More accurately, biologists have yet to encounter anything it can’t explain – every time someone had thought they found something it turned out that it didn’t overturn evolutionary theory, it just modified it. A famous example is Dawkin’s “selfish gene”, which turns out to be not nearly as much the case as he propounded. Another is flowering plants; for decades biologists threw up their hands – or threw out wild conjecture – because flowering plants seemed to have just appeared with no background. That’s where things stood in my university days; in one botany class several of us, cranial efforts boosted by beer and hot tub (in the snow), developed our “alien grad students from Galactic U. playing pranks” theory of the origin of flowering plants, and when we presented it to our professor she laughed and said it was just as valid as most of the proposals at the time – outlandish, but it fit everything we knew.

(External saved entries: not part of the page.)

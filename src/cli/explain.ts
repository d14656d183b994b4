// `railsieve explain PART-ID DESIGN.json`: every rule's arithmetic for one part.
import type { PartResult } from "../core/engine/evaluate-part.ts";
import type { RoleResult } from "../core/engine/result.ts";
import { formatSI } from "../core/units.ts";
import { flag, UsageError, type ParsedArgs } from "./args.ts";
import { evaluateFiles } from "./check.ts";
import { paint, type Io } from "./io.ts";
import { VERDICT_MARK } from "./render-text.ts";
import { wrap } from "./wrap.ts";

export function runExplain(args: ParsedArgs, data: string, io: Io): number {
  const [partId, designPath, ...extra] = args.positional;
  if (partId === undefined || designPath === undefined || extra.length > 0) {
    throw new UsageError("explain needs a part id and one design file");
  }
  const [result] = evaluateFiles({ ...args, positional: [designPath] }, data);
  if (!result) return 2;
  const wanted = flag(args, "role");
  const roles = result.roles.filter((r) => wanted === undefined || r.role === wanted);
  if (wanted !== undefined && roles.length === 0) {
    throw new UsageError(
      `design ${result.design.id} has no role '${wanted}' (expected one of ${result.roles.map((r) => r.role).join(", ")})`,
    );
  }
  const entries = roles.flatMap((role) => {
    const p = [...role.fits, ...role.rejected].find((x) => x.part.id === partId);
    return p ? [{ role, p }] : [];
  });
  if (entries.length === 0) {
    const anywhere = result.roles.some((r) => [...r.fits, ...r.rejected].some((x) => x.part.id === partId));
    throw new UsageError(
      anywhere
        ? `part '${partId}' does not serve the role '${wanted}' in ${result.design.id}`
        : `no part '${partId}' in the catalogue takes a role in ${result.design.id} (check the id with 'railsieve validate')`,
    );
  }
  io.out(entries.map(({ role, p }) => renderExplain(role, p, io)).join("\n"));
  return entries.every(({ p }) => p.verdict === "pass" || p.verdict === "marginal") ? 0 : 1;
}

export function renderExplain(role: RoleResult, p: PartResult, io: Pick<Io, "color">): string {
  const lines = [
    paint(io, "bold", `${p.part.id} as ${role.role} (${role.label})`),
    `  ${p.part.name}`,
    `  verdict: ${paint(io, p.verdict, p.verdict)}`,
  ];
  for (const f of p.findings) {
    lines.push("", `  ${VERDICT_MARK[f.verdict]} ${paint(io, f.verdict, f.rule)}: ${f.verdict}`);
    for (const s of f.steps) lines.push(`      ${s.label.padEnd(46)} ${formatStep(s.value, s.unit)}`);
    lines.push(wrap(f.reason, 80, "      ", "    → "));
  }
  return `${lines.join("\n")}\n`;
}

function formatStep(value: number, unit: string): string {
  if (unit === "") return String(Number(value.toPrecision(5)));
  if (unit === "V/s") return formatSI(value / 1e6, "V/µs", { digits: 4 });
  return formatSI(value, unit, { digits: 4 });
}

Since then the discovery of fossils – it’s worth noting that a number of biologists had predicted correctly where the evidence would be found – has revealed precursors to flowering plants, the forms of which had been predicted as well.

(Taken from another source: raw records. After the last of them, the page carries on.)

describe("a demo design page: bridge-10v-5v-adc", () => {
  const result = evaluated("bridge-10v-5v-adc");
  const role = (name: string) => result.roles.find((r) => r.role === name) as RoleResult;
  const section = (name: string) => roleSection("bridge-10v-5v-adc", name);
  /** The part page's entry for this design's buffer. */
  const partEntry = (id: string) => elementWithId(page(`${BASE}parts/${id}/`), "li", "in-bridge-10v-5v-adc--buffer");

  it("draws the best fits in full with a rail diagram each, and lists every rejection once, one line each", () => {
    const buffer = section("buffer");
    const fits = role("buffer").fits;
    const inFull = Math.min(fits.length, FITS_IN_FULL);
    expect(fits.length).toBeGreaterThan(0);
    expect(buffer.match(/<svg class="rail-diagram"/g)?.length).toBe(inFull);
    expect(listedIn(buffer, /<li class="result result-[a-z]+" id="buffer--([a-z0-9-]+)"/g)).toEqual(
      fits.slice(0, inFull).map((p) => p.part.id),
    );
    // Each fit in full shows its own ranking keys: status, cost band and least relative margin.
    for (const p of fits.slice(0, inFull)) {
      const entry = elementWithId(buffer, "li", `buffer--${p.part.id}`);
      expect(entry).toContain(`<span class="mark">least margin ${rankingKeys(p).margin}</span>`);
      expect(entry).toContain(`<span class="mark">${p.part.status}</span>`);
    }
    const rejected = role("buffer").rejected;
    expect(rejected.length).toBeGreaterThan(0);
    const lines = listedIn(buffer, /<li><a href="\.\.\/\.\.\/parts\/([a-z0-9-]+)\/index\.html">/g);
    expect([...lines].sort()).toEqual(rejected.map((p) => p.part.id).sort());
  });

  it("groups the rejections by the rule that decides them: count, shortfall range and an example with its numbers", () => {
    const buffer = section("buffer");
    const groups = rejectionGroups(role("buffer"));
    expect(groups.reduce((n, g) => n + g.parts.length, 0)).toBe(role("buffer").rejected.length);
    for (const g of groups) {
      const head = new RegExp(
        `<p class="reject-head"><a href="[^"]*#rule-${g.rule}">${g.rule}</a>: <strong>${g.parts.length}</strong> parts? `,
      );
      expect(buffer, g.rule).toMatch(head);
      const example = g.parts[0]!;
      expect(buffer, g.rule).toContain(`For example ${example.result.part.id}: ${escapeHtml(example.finding.reason)}`);
      // A yes/no rule (unit "", e.g. unity-gain-stable) has no number to show.
      if (g.verdict === "fail" && example.finding.unit !== "")
        expect(example.finding.reason, g.rule).toMatch(
          /\d(\.\d+)? ?(V|mV|µV|nV|A|mA|µA|nA|pA|s|ms|µs|ns|Hz|kHz|MHz|V\/µs|mV\/µs|Ω|kΩ)\b/,
        );
    }
  });

  it("gives each part one line per design and role on its page, with the verdict and the finding that decides it", () => {
    for (const r of role("buffer").rejected) {
      const html = partEntry(r.part.id);
      expect(html, r.part.id).toContain(`<span class="verdict verdict-${r.verdict}">`);
      const deciding = decidingFinding(r);
      expect(deciding, r.part.id).toBeDefined();
      expect(html, r.part.id).toContain(escapeHtml(deciding!.reason));
      expect(html).toContain(`href="../../designs/bridge-10v-5v-adc/index.html#role-buffer"`);
    }
  });

  it("files the split-supply class under the rule that decides it: 8.98 V across the rails, rated from 10 V, 1.02 V short", () => {
    // SPEC §6, §11.5: the pump carries 0.5 mA stated + 2 × 0.2 mA + 2 × 3 mA + 0.6 mA = 7.5 mA; each Schottky
    // conducts 15 mA: Vf = 0.32 + 0.10·log10(15) = 0.438 V at 25 °C, + 2 mV/°C × 25 °C at the 0 °C cold end
    // = 0.488 V (Sedra & Smith); V− = −(5 − 0.975) + 7.5 mA/(20 kHz · 10 µF) + ½ · 7.5 mA/(20 kHz · 22 µF)
    // = −3.979 V (Winder), so the op amp sees 8.98 V against its 10 V minimum: 1.02 V short.
    const supply = rejectionGroups(role("buffer")).find((g) => g.rule === "supply-range");
    expect(supply?.parts.map((p) => p.result.part.id)).toContain("oa-bip-split-gp");
    expect(section("buffer")).toContain("oa-bip-split-gp</a> 1.02 V short</li>");
    expect(partEntry("oa-bip-split-gp")).toContain(
      "needs a supply of 8.98 V (V+ 5.00 V, V− −3.98 V); rated 10.00 V to 36.00 V: 1.02 V short",
    );
  });

  it("shows the derived values: pumped rail with droop and ripple, divider, window, ADC step", () => {
    const html = page(`${BASE}designs/bridge-10v-5v-adc/`);
    // Droop 7.5 mA/(20 kHz · 10 µF) = 37.5 mV, ripple 7.5 mA/(20 kHz · 22 µF) = 17.0 mV; E24 47k/16k behind the
    // 1 kΩ source: 16/(1 + 47 + 16) = 0.25 (SPEC §11.1, loaded ratio);
    // ADC step (5 V / 1024) / 0.25 = 19.5 mV (IEEE Std 1241-2010, Q = V_FS / 2^N).
    for (const text of [
      "<dd>37.5 mV</dd>",
      "<dd>17 mV</dd>",
      "<dd>−3.98 V</dd>",
      "<dd>47 kΩ</dd>",
      "<dd>16 kΩ</dd>",
      "<dd>1 kΩ</dd>",
      "<dd>0.25</dd>",
      "<dd>±2.50 V</dd>",
      "<dd>19.5 mV</dd>",
    ]) {
      expect(html).toContain(text);
    }
  });

  it("carries the safety caution only above 30 V", () => {
    expect(page(`${BASE}designs/bus-48v/`)).toContain(CAUTION_TEXT);
    expect(page(`${BASE}designs/bridge-10v-5v-adc/`)).not.toContain(CAUTION_TEXT);
  });
});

And this in the face of the fact that million of dollars of research money is spent annually in efforts to try to find things that evolution can’t explain – a very logical phenomenon since more research that just fits the models is not the sort of thing that makes for fame; fame goes to those who overturn things and force re-evaluation of the models.

That one little command, “Bring forth!” was key to a bunch of those atheist and agnostic students concluding that it was the God of the Old Testament Who qualified as the Designer. It was literally an “Oh my God!” moment in the science building study center one day – and one that brought laughter because the guy who exclaimed “Oh my God!” had been a hardened atheist; he joined the laughter because it was odd to hear the word “God” come from him.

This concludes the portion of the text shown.